Lines from the listing that hold the string "Reading" are what you should return.
☆ ☆ ☆
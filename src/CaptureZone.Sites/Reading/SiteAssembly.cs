using System.Collections.Immutable;
using CaptureZone.Elements;
using CaptureZone.Elements.Regional;
using CaptureZone.Elements.Wells;
using CaptureZone.Sites.Coordinates;
using CaptureZone.Sites.Reading.Sections;
using CaptureZone.Zones;
using NetTopologySuite.Geometries;

namespace CaptureZone.Sites.Reading;

/// <summary>Makes the document of a file without errors: everything in local metres and days.</summary>
/// <param name="draft">The file as it stands; nothing in it is missing.</param>
/// <param name="site">What all readers share.</param>
internal sealed class SiteAssembly(SiteDraft draft, SiteContext site)
{
    private readonly SiteFrame _frame = FrameOf(draft, site.Coordinates!);

    /// <summary>The document.</summary>
    /// <param name="fileName">The file's name, as the user gave it.</param>
    /// <param name="bytes">The file's bytes.</param>
    public SiteDocument Document(string fileName, byte[] bytes) => new()
    {
        FileName = fileName,
        Text = site.Complaints.Source.Text,
        Sha256 = site.Files.Fingerprint(bytes),
        Title = draft.Title!,
        Coordinates = site.Coordinates!,
        Frame = _frame,
        Model = Model(),
        Questions = Questions(),
        TravelTimeLabels = [.. draft.Zones.TravelTimes.Select(time => time.Written)],
        Report = draft.Report,
        Inputs = [.. site.Inputs.OrderBy(input => input.Offset).Select(input => Sourced(input.Entry))],
        Backdrops = [.. draft.Backdrops.Select(backdrop => new Backdrop(backdrop.Name, Local(backdrop.Shape)))],
        Warnings = site.Complaints.InOrder(),
    };

    private Model Model()
    {
        RegionalDraft regional = draft.Regional!;
        ImmutableArray<Element> wells = [.. draft.Wells.Select(Well)];
        return new Model(
            draft.Aquifer!,
            new RegionalFlow(regional.Gradient!.Value, regional.Direction!.Value, regional.Head!.Value, Local(regional.HeadAt!)),
            wells);
    }

    private Well Well(WellDraft well) => new(well.Name!, Local(well.At!), well.Rate!.Value, well.Radius!.Value, well.Purpose);

    private Questions Questions()
    {
        Envelope? extent = draft.Zones.Extent is { } frame
            ? new Envelope(Inner(new Coordinate(frame.MinX, frame.MinY)), Inner(new Coordinate(frame.MaxX, frame.MaxY)))
            : null;
        return new Questions(
            [.. draft.Plumes.Select(plume => new Plume(plume.Name!, (Polygon)Local(plume.Outline!), plume.Retardation!.Value))],
            [.. draft.Zones.TravelTimes.Select(time => time.Value)],
            extent,
            draft.Report.Units == ReportUnits.Us ? Units.UnitTable.Named("ft").Factor : 1);
    }

    private InputEntry Sourced(InputEntry entry) => entry with { Source = draft.Sources.GetValueOrDefault(entry.Key, "") };

    private System.Numerics.Complex Local(Coordinate place) => _frame.ToLocal(place.X, place.Y);

    private Coordinate Inner(Coordinate place)
    {
        System.Numerics.Complex local = Local(place);
        return new Coordinate(local.Real, local.Imaginary);
    }

    private Geometry Local(Geometry shape)
    {
        Geometry local = shape.Copy();
        local.Apply(new IntoFrame(this));
        return local;
    }

    /// <summary>Centred on wells, plumes and the place of the known head.</summary>
    private static SiteFrame FrameOf(SiteDraft draft, CoordinateSystem system)
    {
        Coordinate[] anchors =
        [
            .. draft.Wells.Select(well => well.At!),
            .. draft.Plumes.Select(plume => plume.Outline!.Centroid.Coordinate),
            draft.Regional!.HeadAt!,
        ];
        return CoordinateSystems.FrameFor(system, anchors.Average(place => place.X), anchors.Average(place => place.Y));
    }

    private sealed class IntoFrame(SiteAssembly assembly) : IEntireCoordinateSequenceFilter
    {
        public bool Done => false;

        public bool GeometryChanged => true;

        public void Filter(CoordinateSequence sequence)
        {
            for (int i = 0; i < sequence.Count; i++)
            {
                Coordinate local = assembly.Inner(sequence.GetCoordinate(i));
                sequence.SetOrdinate(i, 0, local.X);
                sequence.SetOrdinate(i, 1, local.Y);
            }
        }
    }
}
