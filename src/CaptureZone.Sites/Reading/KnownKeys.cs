using System.Collections.Immutable;
using CaptureZone.Sites.Reading.Sections;
using CaptureZone.Sites.Reading.Toml;

namespace CaptureZone.Sites.Reading;

/// <summary>Lists the keys by letting every reader read an empty table and noting what it asks for.</summary>
internal static class KnownKeys
{
    private static readonly (string Name, Action<TableReader> Read)[] Sections =
    [
        ("", root => RootSection.Read(root)),
        ("aquifer", table => AquiferSection.Read(table)),
        ("regional_flow", table => RegionalFlowSection.Read(table)),
        ("well", table => WellSection.Read(table, plumesGiven: true)),
        ("plume", table => PlumeSection.Read(table)),
        ("zones", table => ZonesSection.Read(table)),
        ("report", table => ReportSection.Read(table)),
        ("backdrop", table => BackdropSection.Read(table)),
    ];

    /// <summary>All keys with the names of their tables.</summary>
    public static ImmutableArray<string> All() => [.. Sections.SelectMany(section => Of(section.Name, section.Read))];

    private static IEnumerable<string> Of(string name, Action<TableReader> read)
    {
        SiteContext nowhere = new(new Complaints("", new SourceText("")), new NamedFiles(new NoFiles()));
        TableReader table = new(nowhere, new TomlTable(0, 0), name, name);
        read(table);
        return table.Known.Where(key => !LaterSections.Holds(key)).Select(table.PathOf);
    }
}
☆ ☆ ☆
■ Task output ■
filename src/CaptureZone.Sites/Reading/SiteAssembly.cs
using CaptureZone.Sites.Reading.Sections;
namespace CaptureZone.Sites.Reading;
filename src/CaptureZone.Sites/Reading/KnownKeys.cs
using CaptureZone.Sites.Reading.Sections;
using CaptureZone.Sites.Reading.Toml;
namespace CaptureZone.Sites.Reading;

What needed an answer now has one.